(Saved data entries)
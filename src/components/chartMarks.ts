import type uPlot from 'uplot';

/**
 * A value marked on one of a chart's scales: a line across the plot at `value` (vertical when that
 * scale runs across, horizontal when it runs up, as the x scale of a meridional profile does), or a
 * shaded band over `span`, with an optional label at the line's end.
 */
export interface ChartMark {
  /** The scale the value is on (default 'x'). */
  scale?: string;
  value?: number;
  span?: [number, number];
  label?: string;
  colour: string;
  dash?: number[];
  width?: number;
}

/**
 * Marks drawn over a uPlot chart after its series. The chart's options are built once, so the marks
 * live here and are replaced as data arrive; `setData` redraws, and the marks with it.
 */
export class ChartMarks {
  marks: ChartMark[] = [];

  plugin(): uPlot.Plugin {
    return { hooks: { draw: [(u: uPlot) => this.draw(u)] } };
  }

  private draw(u: uPlot): void {
    if (this.marks.length === 0) return;
    const ctx = u.ctx;
    const { left, top, width, height } = u.bbox;
    const ratio = devicePixelRatio || 1;
    ctx.save();
    ctx.beginPath();
    ctx.rect(left, top, width, height);
    ctx.clip();
    ctx.font = `${11 * ratio}px system-ui, sans-serif`;
    // Labels that would overlap the previous one along the scale drop to the next row.
    const rowOf = new Map<ChartMark, number>();
    const labelled = this.marks
      .filter((m) => m.label && m.value !== undefined)
      .map((m) => ({ m, p: u.valToPos(m.value!, m.scale ?? 'x', true) }));
    labelled.sort((a, b) => a.p - b.p);
    let last = -Infinity;
    let row = 0;
    for (const { m, p } of labelled) {
      row = p - last < ctx.measureText(m.label!).width + 8 * ratio ? row + 1 : 0;
      rowOf.set(m, row);
      if (row === 0) last = p;
    }
    for (const m of this.marks) {
      const key = m.scale ?? 'x';
      // A value on a scale that runs across is a vertical line; on one that runs up, a horizontal line.
      const across = u.scales[key].ori === 0;
      if (m.span) {
        const a = u.valToPos(m.span[0], key, true);
        const b = u.valToPos(m.span[1], key, true);
        ctx.fillStyle = m.colour;
        if (across) ctx.fillRect(Math.min(a, b), top, Math.abs(b - a), height);
        else ctx.fillRect(left, Math.min(a, b), width, Math.abs(b - a));
      }
      if (m.value === undefined || !Number.isFinite(m.value)) continue;
      const p = Math.round(u.valToPos(m.value, key, true)) + 0.5;
      ctx.strokeStyle = m.colour;
      ctx.lineWidth = (m.width ?? 1) * ratio;
      ctx.setLineDash((m.dash ?? []).map((d) => d * ratio));
      ctx.beginPath();
      if (across) {
        ctx.moveTo(p, top);
        ctx.lineTo(p, top + height);
      } else {
        ctx.moveTo(left, p);
        ctx.lineTo(left + width, p);
      }
      ctx.stroke();
      if (m.label) {
        ctx.fillStyle = m.colour;
        ctx.textAlign = across ? 'left' : 'right';
        ctx.textBaseline = across ? 'top' : 'bottom';
        if (across) ctx.fillText(m.label, p + 3 * ratio, top + (3 + 13 * (rowOf.get(m) ?? 0)) * ratio);
        else ctx.fillText(m.label, left + width - 3 * ratio, p - 2 * ratio);
      }
    }
    ctx.restore();
  }
}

▸ WHAT THE EXERCISE ASKS
Could you retype all of the entries, leaving every character unchanged?

▸ WORKED SOLUTION
filename src/components/chartMarks.ts
import type uPlot from 'uplot';

/**
 * A value marked on one of a chart's scales: a line across the plot at `value` (vertical when that
 * scale runs across, horizontal when it runs up, as the x scale of a meridional profile does), or a
 * shaded band over `span`, with an optional label at the line's end.
 */
export interface ChartMark {
  /** The scale the value is on (default 'x'). */
  scale?: string;
  value?: number;
  span?: [number, number];
  label?: string;
  colour: string;
  dash?: number[];
  width?: number;
}

/**
 * Marks drawn over a uPlot chart after its series. The chart's options are built once, so the marks
 * live here and are replaced as data arrive; `setData` redraws, and the marks with it.
 */
export class ChartMarks {
  marks: ChartMark[] = [];

  plugin(): uPlot.Plugin {
    return { hooks: { draw: [(u: uPlot) => this.draw(u)] } };
  }

  private draw(u: uPlot): void {
    if (this.marks.length === 0) return;
    const ctx = u.ctx;
    const { left, top, width, height } = u.bbox;
    const ratio = devicePixelRatio || 1;
    ctx.save();
    ctx.beginPath();
    ctx.rect(left, top, width, height);
    ctx.clip();
    ctx.font = `${11 * ratio}px system-ui, sans-serif`;
    // Labels that would overlap the previous one along the scale drop to the next row.
    const rowOf = new Map<ChartMark, number>();
    const labelled = this.marks
      .filter((m) => m.label && m.value !== undefined)
      .map((m) => ({ m, p: u.valToPos(m.value!, m.scale ?? 'x', true) }));
    labelled.sort((a, b) => a.p - b.p);
    let last = -Infinity;
    let row = 0;
    for (const { m, p } of labelled) {
      row = p - last < ctx.measureText(m.label!).width + 8 * ratio ? row + 1 : 0;
      rowOf.set(m, row);
      if (row === 0) last = p;
    }
    for (const m of this.marks) {
      const key = m.scale ?? 'x';
      // A value on a scale that runs across is a vertical line; on one that runs up, a horizontal line.
      const across = u.scales[key].ori === 0;
      if (m.span) {
        const a = u.valToPos(m.span[0], key, true);
        const b = u.valToPos(m.span[1], key, true);
        ctx.fillStyle = m.colour;
        if (across) ctx.fillRect(Math.min(a, b), top, Math.abs(b - a), height);
        else ctx.fillRect(left, Math.min(a, b), width, Math.abs(b - a));
      }
      if (m.value === undefined || !Number.isFinite(m.value)) continue;
      const p = Math.round(u.valToPos(m.value, key, true)) + 0.5;
      ctx.strokeStyle = m.colour;
      ctx.lineWidth = (m.width ?? 1) * ratio;
      ctx.setLineDash((m.dash ?? []).map((d) => d * ratio));
      ctx.beginPath();
      if (across) {
        ctx.moveTo(p, top);
        ctx.lineTo(p, top + height);
      } else {
        ctx.moveTo(left, p);
        ctx.lineTo(left + width, p);
      }
      ctx.stroke();
      if (m.label) {
        ctx.fillStyle = m.colour;
        ctx.textAlign = across ? 'left' : 'right';
        ctx.textBaseline = across ? 'top' : 'bottom';
        if (across) ctx.fillText(m.label, p + 3 * ratio, top + (3 + 13 * (rowOf.get(m) ?? 0)) * ratio);
        else ctx.fillText(m.label, left + width - 3 * ratio, p - 2 * ratio);
      }
    }
    ctx.restore();
  }
}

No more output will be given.